**Instructions for the task:** From the data, return each line holding the word "siKEdgeKeV".
Records shown Block Start
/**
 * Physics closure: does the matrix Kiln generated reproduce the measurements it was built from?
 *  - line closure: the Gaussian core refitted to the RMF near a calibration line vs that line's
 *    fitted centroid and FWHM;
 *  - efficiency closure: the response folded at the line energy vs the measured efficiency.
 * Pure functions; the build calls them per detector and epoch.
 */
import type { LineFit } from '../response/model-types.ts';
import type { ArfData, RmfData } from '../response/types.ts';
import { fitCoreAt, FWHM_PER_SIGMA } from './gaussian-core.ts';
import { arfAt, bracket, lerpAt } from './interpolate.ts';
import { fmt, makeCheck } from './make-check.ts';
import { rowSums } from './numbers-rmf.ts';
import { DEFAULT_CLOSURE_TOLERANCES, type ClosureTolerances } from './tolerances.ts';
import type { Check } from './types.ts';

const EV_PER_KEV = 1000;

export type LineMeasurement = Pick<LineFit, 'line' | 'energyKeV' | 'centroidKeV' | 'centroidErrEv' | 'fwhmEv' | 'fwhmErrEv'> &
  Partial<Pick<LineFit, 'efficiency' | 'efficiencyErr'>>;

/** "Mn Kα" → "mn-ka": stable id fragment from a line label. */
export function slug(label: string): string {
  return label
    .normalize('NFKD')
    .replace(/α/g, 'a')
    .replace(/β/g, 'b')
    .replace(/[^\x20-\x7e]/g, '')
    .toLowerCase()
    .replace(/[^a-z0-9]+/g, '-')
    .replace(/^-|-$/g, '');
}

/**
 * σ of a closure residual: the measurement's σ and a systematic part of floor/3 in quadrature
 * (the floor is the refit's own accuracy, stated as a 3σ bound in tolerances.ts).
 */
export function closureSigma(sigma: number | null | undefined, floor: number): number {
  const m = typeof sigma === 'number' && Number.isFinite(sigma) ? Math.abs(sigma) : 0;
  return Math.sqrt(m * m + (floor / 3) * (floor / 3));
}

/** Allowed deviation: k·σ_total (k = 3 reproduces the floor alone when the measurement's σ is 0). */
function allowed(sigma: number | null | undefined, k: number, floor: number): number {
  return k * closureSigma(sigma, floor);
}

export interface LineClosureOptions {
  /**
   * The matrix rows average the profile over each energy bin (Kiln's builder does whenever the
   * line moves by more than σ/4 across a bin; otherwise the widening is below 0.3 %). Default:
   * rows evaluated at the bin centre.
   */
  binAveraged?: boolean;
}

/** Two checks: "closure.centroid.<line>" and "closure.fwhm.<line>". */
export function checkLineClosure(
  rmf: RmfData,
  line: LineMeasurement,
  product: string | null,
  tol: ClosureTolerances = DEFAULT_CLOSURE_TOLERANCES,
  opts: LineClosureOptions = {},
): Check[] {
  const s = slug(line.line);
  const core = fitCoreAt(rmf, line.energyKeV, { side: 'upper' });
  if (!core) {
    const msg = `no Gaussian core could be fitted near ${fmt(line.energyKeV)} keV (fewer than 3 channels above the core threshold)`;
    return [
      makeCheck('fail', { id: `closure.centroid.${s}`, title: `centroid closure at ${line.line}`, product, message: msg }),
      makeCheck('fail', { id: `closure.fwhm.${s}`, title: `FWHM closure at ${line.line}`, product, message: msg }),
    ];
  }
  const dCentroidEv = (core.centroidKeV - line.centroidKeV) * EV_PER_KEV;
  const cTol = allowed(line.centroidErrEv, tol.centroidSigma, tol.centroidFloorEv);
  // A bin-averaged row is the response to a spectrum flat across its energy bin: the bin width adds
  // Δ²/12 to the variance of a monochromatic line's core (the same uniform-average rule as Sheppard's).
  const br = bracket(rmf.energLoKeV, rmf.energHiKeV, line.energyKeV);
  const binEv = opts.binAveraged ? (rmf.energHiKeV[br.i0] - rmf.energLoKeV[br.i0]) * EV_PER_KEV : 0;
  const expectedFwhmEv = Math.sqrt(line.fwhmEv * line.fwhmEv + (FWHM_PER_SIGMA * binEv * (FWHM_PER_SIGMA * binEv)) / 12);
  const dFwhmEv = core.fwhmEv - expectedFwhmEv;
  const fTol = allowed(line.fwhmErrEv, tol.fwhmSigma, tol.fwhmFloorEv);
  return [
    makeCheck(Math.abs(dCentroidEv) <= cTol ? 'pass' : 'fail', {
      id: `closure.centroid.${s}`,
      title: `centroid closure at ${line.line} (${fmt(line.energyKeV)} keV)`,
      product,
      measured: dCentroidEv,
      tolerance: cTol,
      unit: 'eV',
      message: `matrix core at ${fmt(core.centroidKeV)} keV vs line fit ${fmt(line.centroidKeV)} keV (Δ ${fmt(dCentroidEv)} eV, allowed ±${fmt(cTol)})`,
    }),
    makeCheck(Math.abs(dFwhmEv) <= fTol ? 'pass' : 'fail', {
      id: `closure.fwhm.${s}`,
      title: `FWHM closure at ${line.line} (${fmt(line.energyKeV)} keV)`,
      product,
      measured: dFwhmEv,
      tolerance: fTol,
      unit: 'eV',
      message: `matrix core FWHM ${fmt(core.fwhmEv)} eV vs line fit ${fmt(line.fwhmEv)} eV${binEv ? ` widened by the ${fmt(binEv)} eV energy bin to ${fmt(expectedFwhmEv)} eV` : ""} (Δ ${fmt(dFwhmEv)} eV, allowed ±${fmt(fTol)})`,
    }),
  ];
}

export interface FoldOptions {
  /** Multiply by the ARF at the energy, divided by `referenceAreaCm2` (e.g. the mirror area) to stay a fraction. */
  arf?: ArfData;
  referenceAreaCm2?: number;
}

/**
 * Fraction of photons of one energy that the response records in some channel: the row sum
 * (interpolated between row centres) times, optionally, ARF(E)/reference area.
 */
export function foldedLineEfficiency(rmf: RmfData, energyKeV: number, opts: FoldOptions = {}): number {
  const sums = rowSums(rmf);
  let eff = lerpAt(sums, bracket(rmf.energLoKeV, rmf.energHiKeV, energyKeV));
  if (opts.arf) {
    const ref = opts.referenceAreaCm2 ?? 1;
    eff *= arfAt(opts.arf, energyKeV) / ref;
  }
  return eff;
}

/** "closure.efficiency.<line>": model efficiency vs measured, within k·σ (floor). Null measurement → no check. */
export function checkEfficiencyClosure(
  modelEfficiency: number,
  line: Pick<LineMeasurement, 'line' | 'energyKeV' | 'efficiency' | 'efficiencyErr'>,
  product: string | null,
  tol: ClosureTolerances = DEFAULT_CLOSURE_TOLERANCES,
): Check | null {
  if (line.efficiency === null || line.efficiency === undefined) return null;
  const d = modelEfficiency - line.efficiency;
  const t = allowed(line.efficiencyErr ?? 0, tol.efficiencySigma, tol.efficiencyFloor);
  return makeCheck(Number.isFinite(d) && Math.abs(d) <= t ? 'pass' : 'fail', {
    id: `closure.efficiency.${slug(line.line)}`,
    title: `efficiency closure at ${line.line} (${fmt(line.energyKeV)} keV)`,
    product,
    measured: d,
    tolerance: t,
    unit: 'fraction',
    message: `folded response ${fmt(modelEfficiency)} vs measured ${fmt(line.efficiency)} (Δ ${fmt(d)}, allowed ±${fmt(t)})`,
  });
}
Records shown Block End
Records shown Block Start
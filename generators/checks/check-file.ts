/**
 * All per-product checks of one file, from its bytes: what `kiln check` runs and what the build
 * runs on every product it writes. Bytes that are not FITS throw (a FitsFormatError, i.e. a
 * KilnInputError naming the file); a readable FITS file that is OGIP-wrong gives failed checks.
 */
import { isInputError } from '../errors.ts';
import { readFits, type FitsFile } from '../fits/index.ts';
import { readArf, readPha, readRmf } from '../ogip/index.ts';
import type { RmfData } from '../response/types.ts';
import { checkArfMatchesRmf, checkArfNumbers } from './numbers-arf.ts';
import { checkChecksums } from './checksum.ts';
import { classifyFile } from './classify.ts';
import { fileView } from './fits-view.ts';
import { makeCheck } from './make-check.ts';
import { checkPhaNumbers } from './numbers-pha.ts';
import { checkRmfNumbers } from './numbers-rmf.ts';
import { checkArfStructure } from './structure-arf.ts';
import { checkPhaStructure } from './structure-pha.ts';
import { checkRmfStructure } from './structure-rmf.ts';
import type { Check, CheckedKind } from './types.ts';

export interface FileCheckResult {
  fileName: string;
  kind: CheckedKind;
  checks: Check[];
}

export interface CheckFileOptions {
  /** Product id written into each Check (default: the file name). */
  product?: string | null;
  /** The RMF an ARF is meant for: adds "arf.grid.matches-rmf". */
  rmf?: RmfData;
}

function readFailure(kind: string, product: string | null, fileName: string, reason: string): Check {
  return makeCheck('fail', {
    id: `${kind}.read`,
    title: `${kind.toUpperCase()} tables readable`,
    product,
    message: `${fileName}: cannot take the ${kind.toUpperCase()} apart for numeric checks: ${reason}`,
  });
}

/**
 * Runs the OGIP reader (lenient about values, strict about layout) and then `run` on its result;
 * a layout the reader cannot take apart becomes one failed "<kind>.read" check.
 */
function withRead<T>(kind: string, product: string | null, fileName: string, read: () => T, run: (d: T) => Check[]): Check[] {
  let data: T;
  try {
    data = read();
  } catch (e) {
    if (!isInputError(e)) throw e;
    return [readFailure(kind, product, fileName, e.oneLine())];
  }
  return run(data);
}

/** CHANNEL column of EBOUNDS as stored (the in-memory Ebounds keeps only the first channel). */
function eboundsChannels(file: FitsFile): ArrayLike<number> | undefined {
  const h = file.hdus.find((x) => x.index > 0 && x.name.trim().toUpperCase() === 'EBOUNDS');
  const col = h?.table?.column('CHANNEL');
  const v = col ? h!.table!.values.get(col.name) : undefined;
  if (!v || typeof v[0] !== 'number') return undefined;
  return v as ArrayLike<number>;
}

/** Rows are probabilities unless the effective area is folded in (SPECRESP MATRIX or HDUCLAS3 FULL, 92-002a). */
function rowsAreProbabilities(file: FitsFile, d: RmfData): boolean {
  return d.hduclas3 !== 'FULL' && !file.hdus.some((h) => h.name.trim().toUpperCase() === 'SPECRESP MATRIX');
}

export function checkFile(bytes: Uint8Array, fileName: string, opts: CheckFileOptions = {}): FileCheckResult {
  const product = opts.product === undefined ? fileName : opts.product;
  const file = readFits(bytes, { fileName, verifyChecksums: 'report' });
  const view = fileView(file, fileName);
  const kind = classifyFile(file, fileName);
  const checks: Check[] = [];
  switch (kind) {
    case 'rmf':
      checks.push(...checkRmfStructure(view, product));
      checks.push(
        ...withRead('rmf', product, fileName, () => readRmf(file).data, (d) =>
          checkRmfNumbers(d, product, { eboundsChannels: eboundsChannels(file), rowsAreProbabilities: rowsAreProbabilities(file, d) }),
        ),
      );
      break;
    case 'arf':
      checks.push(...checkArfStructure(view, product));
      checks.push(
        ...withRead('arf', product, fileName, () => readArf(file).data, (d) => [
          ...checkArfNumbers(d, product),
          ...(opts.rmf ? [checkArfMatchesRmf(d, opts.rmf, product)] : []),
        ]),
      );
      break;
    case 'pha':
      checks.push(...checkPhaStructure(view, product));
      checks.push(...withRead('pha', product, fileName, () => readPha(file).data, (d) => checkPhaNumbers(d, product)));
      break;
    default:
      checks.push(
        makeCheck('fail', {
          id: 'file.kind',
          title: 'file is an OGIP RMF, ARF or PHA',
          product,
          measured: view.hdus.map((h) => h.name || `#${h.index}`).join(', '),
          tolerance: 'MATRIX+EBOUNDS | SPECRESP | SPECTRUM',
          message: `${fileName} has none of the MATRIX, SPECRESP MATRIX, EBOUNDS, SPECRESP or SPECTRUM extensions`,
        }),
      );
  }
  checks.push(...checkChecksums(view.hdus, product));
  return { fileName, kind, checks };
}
Records shown Block End
Records shown Block Start
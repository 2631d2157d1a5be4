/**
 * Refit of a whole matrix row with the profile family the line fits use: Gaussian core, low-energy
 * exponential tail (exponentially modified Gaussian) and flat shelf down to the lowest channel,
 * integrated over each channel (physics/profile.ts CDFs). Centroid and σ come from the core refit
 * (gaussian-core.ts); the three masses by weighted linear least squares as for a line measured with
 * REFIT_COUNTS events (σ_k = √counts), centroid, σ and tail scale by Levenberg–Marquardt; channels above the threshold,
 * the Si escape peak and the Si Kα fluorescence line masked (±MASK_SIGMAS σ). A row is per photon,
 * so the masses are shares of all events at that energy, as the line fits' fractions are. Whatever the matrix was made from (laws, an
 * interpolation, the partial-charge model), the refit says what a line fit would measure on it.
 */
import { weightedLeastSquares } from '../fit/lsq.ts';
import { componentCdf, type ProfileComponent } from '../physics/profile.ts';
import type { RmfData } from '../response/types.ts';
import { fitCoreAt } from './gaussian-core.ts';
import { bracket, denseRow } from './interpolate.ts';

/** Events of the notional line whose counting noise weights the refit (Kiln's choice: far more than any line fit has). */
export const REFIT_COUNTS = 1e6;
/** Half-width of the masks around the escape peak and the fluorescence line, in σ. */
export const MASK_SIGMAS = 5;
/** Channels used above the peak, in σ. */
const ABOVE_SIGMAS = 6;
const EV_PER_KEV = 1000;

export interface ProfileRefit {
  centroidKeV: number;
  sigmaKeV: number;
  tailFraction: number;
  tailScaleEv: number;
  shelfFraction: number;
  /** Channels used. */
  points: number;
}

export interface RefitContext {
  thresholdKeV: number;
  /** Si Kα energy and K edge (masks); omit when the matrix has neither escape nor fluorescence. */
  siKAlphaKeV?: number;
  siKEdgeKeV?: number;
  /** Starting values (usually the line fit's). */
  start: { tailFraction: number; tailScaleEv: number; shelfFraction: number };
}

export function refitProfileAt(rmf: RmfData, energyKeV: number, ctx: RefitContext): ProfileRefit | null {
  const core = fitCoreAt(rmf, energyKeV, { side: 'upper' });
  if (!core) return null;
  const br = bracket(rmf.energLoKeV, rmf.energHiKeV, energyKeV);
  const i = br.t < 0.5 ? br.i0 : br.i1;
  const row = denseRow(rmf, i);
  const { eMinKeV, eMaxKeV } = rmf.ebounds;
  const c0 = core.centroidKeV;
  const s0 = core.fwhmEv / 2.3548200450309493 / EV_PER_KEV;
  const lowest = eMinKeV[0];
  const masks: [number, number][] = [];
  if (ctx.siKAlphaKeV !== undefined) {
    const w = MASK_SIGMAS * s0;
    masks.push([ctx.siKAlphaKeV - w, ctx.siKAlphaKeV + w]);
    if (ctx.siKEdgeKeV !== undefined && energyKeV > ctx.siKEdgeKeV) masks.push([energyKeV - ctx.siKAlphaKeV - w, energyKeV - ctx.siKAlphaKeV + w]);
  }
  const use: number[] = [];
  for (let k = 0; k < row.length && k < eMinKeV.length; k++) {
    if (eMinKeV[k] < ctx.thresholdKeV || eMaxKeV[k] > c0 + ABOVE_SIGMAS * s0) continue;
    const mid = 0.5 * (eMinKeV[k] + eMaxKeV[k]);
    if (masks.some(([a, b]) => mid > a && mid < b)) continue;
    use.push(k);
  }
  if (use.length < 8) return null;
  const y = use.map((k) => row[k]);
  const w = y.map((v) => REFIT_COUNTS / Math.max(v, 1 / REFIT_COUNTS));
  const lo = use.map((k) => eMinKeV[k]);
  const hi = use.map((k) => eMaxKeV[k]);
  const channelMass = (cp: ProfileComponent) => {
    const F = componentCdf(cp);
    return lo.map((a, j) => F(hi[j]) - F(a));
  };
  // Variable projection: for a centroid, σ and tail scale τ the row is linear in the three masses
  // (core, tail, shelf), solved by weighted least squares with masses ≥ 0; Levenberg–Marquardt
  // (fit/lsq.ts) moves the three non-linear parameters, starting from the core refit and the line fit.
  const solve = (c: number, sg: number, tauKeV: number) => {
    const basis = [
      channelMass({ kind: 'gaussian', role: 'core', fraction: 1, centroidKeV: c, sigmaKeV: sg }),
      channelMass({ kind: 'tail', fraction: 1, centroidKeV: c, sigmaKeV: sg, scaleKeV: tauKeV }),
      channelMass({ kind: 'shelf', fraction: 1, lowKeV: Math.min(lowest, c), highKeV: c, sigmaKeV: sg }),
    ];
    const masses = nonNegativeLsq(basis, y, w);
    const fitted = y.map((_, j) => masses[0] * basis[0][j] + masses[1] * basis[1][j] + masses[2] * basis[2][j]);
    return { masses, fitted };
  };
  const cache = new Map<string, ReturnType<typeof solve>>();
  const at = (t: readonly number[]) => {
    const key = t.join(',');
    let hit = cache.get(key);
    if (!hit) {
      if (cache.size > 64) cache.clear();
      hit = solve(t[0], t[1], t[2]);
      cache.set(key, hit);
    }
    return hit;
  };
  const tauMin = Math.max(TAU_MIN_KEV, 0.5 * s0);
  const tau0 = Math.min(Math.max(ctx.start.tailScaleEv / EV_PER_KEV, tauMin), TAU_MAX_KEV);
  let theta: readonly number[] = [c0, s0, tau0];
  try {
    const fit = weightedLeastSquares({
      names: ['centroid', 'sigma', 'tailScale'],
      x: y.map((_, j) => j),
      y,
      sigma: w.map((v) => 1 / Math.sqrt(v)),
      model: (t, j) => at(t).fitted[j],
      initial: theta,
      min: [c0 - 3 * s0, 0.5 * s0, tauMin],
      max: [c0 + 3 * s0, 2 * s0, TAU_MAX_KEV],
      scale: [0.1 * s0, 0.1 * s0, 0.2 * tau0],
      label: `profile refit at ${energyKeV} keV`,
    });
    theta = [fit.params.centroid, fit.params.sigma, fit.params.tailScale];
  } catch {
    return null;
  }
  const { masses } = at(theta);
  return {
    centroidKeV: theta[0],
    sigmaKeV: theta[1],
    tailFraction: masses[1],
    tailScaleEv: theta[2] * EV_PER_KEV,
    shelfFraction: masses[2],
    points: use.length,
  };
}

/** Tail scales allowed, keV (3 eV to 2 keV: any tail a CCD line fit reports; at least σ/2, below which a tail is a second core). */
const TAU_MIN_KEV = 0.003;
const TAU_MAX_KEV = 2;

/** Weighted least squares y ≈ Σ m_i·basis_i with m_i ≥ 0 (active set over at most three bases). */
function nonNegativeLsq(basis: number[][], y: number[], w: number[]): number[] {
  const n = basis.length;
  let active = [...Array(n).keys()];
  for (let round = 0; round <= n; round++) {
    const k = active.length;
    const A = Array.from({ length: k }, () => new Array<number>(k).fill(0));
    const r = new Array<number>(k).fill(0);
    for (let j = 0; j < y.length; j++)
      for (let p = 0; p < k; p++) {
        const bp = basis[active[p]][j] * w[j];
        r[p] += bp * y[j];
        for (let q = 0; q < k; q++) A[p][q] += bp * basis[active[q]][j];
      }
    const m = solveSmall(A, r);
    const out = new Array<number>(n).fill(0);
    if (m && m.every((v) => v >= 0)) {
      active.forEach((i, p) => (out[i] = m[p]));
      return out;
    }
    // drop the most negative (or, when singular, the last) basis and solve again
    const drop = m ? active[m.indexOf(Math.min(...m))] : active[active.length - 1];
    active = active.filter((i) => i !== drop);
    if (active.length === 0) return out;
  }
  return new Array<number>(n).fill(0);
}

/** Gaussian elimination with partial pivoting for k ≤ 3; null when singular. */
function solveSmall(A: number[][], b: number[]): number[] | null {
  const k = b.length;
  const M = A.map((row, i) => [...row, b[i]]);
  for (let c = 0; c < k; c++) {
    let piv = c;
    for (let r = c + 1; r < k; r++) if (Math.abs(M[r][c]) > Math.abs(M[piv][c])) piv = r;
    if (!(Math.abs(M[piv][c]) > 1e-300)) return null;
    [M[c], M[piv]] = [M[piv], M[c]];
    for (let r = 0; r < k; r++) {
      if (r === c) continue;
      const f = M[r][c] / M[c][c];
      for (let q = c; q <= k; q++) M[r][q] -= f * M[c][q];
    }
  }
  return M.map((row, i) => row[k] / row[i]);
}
Records shown Block End
**Reply to the task:**
  siKEdgeKeV?: number;
    if (ctx.siKEdgeKeV !== undefined && energyKeV > ctx.siKEdgeKeV) masks.push([energyKeV - ctx.siKAlphaKeV - w, energyKeV - ctx.siKAlphaKeV + w]);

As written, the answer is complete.